EXERCISE DESCRIPTION
Copy every line from the records below that holds the word "gapfield".

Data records
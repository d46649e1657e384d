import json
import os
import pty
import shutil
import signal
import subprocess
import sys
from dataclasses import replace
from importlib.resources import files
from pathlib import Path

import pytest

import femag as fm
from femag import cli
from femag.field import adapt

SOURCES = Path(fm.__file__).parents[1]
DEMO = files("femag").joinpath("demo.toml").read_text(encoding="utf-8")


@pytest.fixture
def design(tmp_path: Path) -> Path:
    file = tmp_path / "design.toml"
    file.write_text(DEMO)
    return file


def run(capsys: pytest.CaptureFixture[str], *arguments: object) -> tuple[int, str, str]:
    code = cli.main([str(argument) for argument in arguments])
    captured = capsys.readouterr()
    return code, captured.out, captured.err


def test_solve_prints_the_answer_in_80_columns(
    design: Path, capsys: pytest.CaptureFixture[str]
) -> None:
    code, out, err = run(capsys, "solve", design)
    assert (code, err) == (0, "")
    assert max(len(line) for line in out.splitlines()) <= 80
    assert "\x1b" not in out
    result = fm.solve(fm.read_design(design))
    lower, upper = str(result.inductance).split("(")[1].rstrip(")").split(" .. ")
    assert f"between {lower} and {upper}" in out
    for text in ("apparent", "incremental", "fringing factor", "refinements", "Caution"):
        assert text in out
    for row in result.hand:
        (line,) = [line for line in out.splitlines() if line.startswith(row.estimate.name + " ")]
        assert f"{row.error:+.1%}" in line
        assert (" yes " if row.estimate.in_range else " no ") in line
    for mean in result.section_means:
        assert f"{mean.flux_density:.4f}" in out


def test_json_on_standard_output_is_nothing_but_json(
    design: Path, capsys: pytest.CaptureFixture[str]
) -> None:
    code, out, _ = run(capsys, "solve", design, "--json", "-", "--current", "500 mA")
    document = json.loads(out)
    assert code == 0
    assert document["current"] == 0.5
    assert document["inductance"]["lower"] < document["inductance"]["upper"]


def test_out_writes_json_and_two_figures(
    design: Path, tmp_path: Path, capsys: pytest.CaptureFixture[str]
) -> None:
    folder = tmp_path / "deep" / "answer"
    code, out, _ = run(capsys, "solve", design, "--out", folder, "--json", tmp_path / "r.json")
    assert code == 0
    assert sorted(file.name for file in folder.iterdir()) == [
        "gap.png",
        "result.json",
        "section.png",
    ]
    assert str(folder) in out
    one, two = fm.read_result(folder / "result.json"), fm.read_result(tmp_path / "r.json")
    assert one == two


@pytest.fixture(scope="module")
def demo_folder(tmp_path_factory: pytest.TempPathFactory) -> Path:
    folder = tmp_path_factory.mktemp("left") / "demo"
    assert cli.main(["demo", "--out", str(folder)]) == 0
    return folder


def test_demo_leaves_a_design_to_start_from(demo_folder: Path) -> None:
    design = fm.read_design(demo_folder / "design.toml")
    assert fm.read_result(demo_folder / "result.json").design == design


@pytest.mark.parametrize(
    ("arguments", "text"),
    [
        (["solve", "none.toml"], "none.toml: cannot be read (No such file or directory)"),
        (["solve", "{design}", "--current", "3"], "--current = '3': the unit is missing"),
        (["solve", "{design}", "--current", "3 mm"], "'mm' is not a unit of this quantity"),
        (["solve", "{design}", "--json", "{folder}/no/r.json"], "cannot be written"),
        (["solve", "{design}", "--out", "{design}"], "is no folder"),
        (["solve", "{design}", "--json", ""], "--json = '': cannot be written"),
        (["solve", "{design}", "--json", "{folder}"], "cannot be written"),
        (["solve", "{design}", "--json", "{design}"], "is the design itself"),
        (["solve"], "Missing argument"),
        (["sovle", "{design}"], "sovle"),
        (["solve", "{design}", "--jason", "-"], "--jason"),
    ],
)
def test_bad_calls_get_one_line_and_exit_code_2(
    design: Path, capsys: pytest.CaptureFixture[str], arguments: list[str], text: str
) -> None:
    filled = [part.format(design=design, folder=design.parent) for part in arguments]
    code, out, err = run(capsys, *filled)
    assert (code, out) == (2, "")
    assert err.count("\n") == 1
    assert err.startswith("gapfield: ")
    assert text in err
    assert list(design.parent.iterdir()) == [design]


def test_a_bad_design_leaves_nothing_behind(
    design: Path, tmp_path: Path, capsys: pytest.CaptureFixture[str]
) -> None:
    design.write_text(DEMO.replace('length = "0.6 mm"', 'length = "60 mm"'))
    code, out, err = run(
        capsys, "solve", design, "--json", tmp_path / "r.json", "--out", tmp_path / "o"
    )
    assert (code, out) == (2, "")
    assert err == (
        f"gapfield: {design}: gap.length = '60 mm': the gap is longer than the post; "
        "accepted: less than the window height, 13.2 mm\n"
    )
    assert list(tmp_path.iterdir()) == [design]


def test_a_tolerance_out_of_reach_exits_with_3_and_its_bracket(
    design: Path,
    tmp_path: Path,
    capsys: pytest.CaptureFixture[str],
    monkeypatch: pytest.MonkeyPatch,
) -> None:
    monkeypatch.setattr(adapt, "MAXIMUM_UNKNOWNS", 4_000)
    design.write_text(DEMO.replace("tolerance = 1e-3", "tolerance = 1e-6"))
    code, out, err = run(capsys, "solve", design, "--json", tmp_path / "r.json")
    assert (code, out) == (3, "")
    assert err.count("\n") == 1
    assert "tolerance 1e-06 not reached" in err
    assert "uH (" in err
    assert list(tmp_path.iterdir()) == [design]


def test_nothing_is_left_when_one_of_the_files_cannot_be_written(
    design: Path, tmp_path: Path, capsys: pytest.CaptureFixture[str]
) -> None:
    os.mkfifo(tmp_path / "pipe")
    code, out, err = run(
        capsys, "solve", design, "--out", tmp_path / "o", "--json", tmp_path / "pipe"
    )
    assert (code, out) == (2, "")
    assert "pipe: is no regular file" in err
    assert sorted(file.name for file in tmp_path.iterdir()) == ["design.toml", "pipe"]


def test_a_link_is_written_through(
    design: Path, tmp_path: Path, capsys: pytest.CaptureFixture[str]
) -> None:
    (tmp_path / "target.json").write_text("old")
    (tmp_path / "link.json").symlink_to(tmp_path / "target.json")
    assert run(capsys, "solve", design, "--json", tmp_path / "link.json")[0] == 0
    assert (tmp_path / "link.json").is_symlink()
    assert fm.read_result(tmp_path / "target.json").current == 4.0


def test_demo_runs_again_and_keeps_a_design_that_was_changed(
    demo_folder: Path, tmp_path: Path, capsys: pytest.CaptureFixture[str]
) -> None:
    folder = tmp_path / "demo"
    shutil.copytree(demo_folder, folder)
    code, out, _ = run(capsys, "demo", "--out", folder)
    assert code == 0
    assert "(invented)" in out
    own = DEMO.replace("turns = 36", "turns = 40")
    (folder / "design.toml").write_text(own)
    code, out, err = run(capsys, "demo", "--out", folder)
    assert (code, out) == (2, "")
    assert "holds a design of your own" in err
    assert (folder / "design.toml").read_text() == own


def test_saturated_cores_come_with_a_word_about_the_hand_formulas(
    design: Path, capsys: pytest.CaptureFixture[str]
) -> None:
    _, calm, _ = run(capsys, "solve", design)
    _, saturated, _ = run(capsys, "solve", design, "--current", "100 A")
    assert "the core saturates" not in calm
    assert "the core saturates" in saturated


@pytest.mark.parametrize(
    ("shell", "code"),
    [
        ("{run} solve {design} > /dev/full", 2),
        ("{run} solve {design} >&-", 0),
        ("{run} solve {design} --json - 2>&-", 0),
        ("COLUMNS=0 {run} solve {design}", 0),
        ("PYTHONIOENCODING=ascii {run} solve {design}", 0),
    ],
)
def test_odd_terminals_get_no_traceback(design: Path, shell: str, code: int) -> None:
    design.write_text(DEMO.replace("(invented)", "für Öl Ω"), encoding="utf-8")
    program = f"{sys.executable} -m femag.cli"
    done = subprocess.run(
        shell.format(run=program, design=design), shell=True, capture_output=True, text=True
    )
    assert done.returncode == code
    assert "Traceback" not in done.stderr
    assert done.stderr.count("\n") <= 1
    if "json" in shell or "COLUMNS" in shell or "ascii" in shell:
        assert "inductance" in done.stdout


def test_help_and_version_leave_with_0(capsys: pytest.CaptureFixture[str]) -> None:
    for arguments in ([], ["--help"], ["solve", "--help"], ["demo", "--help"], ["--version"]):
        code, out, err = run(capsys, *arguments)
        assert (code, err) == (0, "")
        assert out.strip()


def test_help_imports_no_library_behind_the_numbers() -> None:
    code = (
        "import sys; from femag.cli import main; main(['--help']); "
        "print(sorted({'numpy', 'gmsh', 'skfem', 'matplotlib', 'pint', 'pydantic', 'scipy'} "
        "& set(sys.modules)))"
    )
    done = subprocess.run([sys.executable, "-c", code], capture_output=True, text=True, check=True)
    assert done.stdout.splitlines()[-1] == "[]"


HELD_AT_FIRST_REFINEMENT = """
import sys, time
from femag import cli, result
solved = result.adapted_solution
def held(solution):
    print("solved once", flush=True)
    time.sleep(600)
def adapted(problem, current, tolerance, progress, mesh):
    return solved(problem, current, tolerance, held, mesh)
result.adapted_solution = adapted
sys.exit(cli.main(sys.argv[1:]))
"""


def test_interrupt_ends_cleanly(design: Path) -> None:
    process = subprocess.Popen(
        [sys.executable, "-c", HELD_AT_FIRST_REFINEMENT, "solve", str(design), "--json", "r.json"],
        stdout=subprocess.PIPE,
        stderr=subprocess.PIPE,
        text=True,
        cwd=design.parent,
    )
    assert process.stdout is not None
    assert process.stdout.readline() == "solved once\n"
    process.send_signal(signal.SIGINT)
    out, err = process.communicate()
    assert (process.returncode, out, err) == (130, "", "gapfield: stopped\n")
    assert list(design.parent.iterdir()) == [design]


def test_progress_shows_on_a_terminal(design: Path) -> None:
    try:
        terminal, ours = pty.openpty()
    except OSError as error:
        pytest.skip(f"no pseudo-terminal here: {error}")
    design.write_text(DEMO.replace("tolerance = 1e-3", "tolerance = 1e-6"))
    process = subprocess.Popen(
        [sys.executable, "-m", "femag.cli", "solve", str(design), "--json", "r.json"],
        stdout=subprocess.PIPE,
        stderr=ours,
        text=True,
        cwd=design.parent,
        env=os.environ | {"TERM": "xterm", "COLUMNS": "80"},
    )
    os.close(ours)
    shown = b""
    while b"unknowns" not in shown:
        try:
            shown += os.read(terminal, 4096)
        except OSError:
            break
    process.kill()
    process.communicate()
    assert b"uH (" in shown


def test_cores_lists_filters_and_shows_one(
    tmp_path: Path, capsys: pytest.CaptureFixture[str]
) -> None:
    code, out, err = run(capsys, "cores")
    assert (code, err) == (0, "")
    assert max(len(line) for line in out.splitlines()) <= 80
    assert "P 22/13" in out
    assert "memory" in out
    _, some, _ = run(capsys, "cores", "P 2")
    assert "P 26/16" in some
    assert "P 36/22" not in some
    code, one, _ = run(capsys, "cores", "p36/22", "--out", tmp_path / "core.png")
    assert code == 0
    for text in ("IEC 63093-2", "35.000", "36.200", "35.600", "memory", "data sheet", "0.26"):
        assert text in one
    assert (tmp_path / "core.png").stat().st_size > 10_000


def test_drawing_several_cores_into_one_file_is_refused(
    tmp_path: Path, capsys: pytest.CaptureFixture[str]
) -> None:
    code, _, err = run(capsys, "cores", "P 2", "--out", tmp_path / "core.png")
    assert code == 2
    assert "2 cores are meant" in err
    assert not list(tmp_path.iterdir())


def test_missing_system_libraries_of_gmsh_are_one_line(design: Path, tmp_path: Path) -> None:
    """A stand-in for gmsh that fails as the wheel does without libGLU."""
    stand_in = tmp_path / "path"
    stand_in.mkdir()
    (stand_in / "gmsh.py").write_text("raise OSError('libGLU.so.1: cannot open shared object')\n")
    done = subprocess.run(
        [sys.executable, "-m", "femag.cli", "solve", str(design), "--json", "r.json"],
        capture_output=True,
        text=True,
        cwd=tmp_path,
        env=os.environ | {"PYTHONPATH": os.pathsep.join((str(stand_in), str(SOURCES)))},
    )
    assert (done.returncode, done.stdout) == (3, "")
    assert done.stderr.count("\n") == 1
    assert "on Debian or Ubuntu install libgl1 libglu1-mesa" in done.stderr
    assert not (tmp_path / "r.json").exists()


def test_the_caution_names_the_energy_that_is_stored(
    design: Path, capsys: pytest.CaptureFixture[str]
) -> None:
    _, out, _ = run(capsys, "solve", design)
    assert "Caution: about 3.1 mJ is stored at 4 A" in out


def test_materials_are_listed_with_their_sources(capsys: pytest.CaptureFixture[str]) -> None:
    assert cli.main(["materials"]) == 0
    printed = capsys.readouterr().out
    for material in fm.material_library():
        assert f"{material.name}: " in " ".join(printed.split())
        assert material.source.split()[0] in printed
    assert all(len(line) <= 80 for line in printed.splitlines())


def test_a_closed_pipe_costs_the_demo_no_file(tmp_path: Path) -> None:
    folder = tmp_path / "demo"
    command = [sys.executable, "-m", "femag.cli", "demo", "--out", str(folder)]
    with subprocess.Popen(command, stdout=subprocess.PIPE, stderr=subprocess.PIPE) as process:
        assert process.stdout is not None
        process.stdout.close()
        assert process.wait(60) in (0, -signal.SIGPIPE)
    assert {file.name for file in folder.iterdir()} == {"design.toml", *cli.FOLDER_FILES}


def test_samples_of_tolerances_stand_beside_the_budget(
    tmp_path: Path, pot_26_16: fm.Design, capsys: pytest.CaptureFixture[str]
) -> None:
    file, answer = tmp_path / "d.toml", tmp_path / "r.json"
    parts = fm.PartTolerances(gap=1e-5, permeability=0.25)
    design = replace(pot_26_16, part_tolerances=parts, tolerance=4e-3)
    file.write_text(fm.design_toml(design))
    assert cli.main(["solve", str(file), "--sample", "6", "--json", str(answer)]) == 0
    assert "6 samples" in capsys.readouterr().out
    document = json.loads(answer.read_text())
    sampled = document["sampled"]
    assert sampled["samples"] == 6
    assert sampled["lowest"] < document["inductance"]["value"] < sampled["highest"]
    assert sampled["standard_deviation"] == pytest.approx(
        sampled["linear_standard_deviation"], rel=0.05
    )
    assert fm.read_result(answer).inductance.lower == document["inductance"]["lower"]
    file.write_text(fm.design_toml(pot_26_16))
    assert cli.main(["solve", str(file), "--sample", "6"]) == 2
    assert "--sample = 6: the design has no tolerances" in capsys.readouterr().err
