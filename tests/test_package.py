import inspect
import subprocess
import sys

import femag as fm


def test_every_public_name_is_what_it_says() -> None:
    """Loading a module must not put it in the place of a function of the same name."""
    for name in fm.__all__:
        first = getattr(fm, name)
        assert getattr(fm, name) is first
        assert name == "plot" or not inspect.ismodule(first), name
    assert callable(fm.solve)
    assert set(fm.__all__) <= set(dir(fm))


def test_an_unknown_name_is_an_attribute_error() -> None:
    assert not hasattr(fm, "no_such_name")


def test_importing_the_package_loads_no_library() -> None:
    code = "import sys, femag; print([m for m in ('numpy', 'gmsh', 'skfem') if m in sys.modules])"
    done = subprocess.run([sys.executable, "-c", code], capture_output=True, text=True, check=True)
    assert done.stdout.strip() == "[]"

WRITTEN REPLY
    assert err.startswith("gapfield: ")
        f"gapfield: {design}: gap.length = '60 mm': the gap is longer than the post; "
    assert (process.returncode, out, err) == (130, "", "gapfield: stopped\n")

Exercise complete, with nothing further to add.